§ **Given entries**:
* * * * * * * * *

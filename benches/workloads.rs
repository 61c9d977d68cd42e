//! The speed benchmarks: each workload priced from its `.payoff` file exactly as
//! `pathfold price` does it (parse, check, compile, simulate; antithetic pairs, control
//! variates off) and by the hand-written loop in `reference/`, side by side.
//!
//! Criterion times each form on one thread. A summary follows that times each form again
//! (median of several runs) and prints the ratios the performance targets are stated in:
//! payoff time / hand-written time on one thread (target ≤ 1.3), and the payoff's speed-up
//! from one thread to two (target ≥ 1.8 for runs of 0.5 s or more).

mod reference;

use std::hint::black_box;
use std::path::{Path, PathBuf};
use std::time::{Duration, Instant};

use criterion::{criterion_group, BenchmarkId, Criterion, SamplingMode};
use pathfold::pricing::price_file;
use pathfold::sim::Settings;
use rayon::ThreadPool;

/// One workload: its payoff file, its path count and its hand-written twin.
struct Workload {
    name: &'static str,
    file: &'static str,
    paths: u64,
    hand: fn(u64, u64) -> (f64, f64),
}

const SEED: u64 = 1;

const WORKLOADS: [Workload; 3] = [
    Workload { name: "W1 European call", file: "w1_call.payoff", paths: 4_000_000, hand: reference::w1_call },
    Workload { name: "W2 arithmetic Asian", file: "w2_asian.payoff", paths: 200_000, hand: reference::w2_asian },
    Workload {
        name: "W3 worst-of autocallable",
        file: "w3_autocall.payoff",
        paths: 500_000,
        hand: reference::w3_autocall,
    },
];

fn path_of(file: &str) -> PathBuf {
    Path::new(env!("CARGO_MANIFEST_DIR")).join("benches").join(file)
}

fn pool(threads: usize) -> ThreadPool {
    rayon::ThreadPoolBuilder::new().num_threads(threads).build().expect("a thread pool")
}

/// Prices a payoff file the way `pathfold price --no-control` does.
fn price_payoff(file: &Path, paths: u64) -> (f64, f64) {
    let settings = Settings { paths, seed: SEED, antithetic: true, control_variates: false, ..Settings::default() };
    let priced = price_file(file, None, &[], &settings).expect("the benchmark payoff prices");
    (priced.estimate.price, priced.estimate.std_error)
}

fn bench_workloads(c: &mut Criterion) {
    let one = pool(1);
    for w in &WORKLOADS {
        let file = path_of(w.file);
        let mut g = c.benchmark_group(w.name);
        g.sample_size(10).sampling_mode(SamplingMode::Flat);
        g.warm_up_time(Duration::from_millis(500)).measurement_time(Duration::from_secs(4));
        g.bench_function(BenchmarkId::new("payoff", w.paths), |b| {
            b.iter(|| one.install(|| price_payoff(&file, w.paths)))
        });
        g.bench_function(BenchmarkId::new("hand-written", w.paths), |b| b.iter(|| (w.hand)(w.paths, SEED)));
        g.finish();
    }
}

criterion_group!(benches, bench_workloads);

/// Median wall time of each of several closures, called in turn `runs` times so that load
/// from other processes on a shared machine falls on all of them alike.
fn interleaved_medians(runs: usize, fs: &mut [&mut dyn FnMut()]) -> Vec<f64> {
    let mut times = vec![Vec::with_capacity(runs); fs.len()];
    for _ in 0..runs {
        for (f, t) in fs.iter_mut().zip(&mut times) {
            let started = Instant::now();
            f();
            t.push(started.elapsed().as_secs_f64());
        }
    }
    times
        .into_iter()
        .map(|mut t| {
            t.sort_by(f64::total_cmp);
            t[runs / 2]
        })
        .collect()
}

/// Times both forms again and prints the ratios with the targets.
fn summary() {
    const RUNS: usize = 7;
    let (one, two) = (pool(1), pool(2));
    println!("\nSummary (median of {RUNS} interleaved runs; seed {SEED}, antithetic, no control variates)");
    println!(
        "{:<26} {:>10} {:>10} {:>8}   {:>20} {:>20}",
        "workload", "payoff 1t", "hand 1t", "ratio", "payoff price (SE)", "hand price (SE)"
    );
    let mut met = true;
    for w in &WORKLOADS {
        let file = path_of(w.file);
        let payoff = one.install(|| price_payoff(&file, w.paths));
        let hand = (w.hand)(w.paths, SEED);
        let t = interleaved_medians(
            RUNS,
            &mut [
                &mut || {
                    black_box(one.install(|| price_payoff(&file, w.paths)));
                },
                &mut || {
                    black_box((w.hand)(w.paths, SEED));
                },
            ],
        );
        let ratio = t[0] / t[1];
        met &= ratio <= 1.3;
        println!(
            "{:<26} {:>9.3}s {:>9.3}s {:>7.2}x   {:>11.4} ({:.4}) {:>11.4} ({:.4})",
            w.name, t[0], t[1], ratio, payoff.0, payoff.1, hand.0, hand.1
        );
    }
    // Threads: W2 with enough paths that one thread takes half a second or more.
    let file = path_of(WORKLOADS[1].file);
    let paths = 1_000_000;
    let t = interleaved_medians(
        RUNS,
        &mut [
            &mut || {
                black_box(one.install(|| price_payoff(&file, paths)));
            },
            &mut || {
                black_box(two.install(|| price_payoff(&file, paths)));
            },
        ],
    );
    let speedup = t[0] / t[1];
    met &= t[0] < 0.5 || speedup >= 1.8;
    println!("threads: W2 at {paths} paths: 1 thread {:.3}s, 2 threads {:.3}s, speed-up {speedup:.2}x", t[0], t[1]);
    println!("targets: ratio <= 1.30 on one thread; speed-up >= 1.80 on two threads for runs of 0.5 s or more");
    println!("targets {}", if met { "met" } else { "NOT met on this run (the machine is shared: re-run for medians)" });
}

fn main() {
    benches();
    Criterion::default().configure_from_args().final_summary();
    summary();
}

* * * * * * * * *

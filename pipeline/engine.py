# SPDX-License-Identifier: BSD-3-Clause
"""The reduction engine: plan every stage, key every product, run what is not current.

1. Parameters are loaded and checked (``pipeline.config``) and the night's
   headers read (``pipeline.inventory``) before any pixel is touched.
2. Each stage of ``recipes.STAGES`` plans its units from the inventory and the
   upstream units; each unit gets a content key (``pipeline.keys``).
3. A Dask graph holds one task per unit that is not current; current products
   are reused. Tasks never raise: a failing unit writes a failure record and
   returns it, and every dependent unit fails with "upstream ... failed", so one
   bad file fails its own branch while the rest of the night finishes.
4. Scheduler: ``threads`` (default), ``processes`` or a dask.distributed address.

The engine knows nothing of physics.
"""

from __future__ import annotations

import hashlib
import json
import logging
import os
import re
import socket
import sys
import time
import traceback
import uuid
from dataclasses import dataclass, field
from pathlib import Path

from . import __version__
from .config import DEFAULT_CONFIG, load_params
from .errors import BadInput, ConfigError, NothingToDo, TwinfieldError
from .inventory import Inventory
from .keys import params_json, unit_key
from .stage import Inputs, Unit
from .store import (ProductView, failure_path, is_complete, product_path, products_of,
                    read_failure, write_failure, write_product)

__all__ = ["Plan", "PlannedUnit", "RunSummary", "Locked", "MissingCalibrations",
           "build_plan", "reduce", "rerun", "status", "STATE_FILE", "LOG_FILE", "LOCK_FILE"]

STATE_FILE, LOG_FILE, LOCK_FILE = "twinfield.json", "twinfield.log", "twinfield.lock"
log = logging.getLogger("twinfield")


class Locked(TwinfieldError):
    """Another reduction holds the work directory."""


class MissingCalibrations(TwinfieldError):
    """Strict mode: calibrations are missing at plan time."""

* * * * * * * * *

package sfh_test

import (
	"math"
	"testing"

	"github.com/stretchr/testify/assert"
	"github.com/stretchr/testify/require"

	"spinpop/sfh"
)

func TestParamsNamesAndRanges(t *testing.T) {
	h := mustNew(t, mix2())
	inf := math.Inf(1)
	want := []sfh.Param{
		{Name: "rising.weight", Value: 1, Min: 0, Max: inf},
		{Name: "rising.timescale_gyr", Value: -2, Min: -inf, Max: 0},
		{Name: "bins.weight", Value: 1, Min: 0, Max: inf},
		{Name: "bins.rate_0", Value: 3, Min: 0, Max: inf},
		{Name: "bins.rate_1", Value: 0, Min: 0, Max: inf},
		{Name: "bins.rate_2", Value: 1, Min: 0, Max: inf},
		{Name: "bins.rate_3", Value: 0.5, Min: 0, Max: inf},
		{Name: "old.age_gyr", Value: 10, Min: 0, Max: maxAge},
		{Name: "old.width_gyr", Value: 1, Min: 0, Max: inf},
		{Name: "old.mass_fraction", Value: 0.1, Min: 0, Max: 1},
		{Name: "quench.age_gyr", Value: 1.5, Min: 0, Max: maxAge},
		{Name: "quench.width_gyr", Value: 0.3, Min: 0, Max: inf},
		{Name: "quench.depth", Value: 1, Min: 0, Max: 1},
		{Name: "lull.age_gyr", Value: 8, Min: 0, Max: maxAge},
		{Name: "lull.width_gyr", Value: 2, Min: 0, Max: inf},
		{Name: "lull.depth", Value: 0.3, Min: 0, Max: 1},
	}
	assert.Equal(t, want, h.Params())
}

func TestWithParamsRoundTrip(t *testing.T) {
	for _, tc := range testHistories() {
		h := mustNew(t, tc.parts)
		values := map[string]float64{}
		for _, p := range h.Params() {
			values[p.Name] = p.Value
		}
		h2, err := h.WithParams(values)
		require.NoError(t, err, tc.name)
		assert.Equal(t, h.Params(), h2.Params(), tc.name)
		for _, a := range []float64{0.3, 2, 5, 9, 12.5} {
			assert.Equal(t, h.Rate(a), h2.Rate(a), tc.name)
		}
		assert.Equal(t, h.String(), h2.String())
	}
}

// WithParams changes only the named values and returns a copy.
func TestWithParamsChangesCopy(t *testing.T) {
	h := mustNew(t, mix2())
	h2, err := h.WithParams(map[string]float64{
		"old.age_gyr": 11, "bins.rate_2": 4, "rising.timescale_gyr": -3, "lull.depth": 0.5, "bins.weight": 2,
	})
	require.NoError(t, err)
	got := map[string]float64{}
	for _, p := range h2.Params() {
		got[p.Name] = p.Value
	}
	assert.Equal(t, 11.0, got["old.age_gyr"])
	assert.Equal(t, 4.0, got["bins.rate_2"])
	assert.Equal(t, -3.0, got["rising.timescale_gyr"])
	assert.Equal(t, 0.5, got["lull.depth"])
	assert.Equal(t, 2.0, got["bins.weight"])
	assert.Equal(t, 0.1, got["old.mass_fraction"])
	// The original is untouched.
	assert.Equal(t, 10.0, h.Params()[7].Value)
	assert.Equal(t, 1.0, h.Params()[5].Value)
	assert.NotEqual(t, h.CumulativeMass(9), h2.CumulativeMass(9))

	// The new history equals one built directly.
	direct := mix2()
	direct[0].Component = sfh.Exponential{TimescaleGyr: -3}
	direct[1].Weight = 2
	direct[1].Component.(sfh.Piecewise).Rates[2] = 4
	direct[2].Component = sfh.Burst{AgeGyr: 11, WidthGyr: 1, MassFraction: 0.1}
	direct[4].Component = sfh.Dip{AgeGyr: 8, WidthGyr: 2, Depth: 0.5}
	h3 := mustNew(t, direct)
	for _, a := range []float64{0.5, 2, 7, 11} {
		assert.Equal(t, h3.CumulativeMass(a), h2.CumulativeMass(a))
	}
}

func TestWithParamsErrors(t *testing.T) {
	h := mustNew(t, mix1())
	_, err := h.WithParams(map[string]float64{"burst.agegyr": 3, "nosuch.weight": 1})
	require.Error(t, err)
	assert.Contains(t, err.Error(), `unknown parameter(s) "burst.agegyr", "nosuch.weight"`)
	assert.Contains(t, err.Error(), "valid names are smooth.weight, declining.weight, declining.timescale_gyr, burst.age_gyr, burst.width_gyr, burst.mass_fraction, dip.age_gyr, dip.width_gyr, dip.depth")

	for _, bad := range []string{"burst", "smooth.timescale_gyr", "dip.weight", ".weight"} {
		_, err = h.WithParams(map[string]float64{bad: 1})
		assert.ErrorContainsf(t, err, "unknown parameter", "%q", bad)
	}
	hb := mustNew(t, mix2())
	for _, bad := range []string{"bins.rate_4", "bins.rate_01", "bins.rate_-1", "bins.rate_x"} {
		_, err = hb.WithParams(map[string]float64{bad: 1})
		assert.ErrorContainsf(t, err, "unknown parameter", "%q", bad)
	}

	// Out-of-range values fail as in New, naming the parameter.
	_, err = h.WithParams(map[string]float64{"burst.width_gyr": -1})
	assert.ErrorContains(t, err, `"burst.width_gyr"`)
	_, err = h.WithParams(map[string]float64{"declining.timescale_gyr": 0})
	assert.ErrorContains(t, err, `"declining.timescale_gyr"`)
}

* * * * * * * * *

§ **What is expected**: Count each line of the entries that holds the word "declining", then state the total and nothing more.

§ **Solution**: 3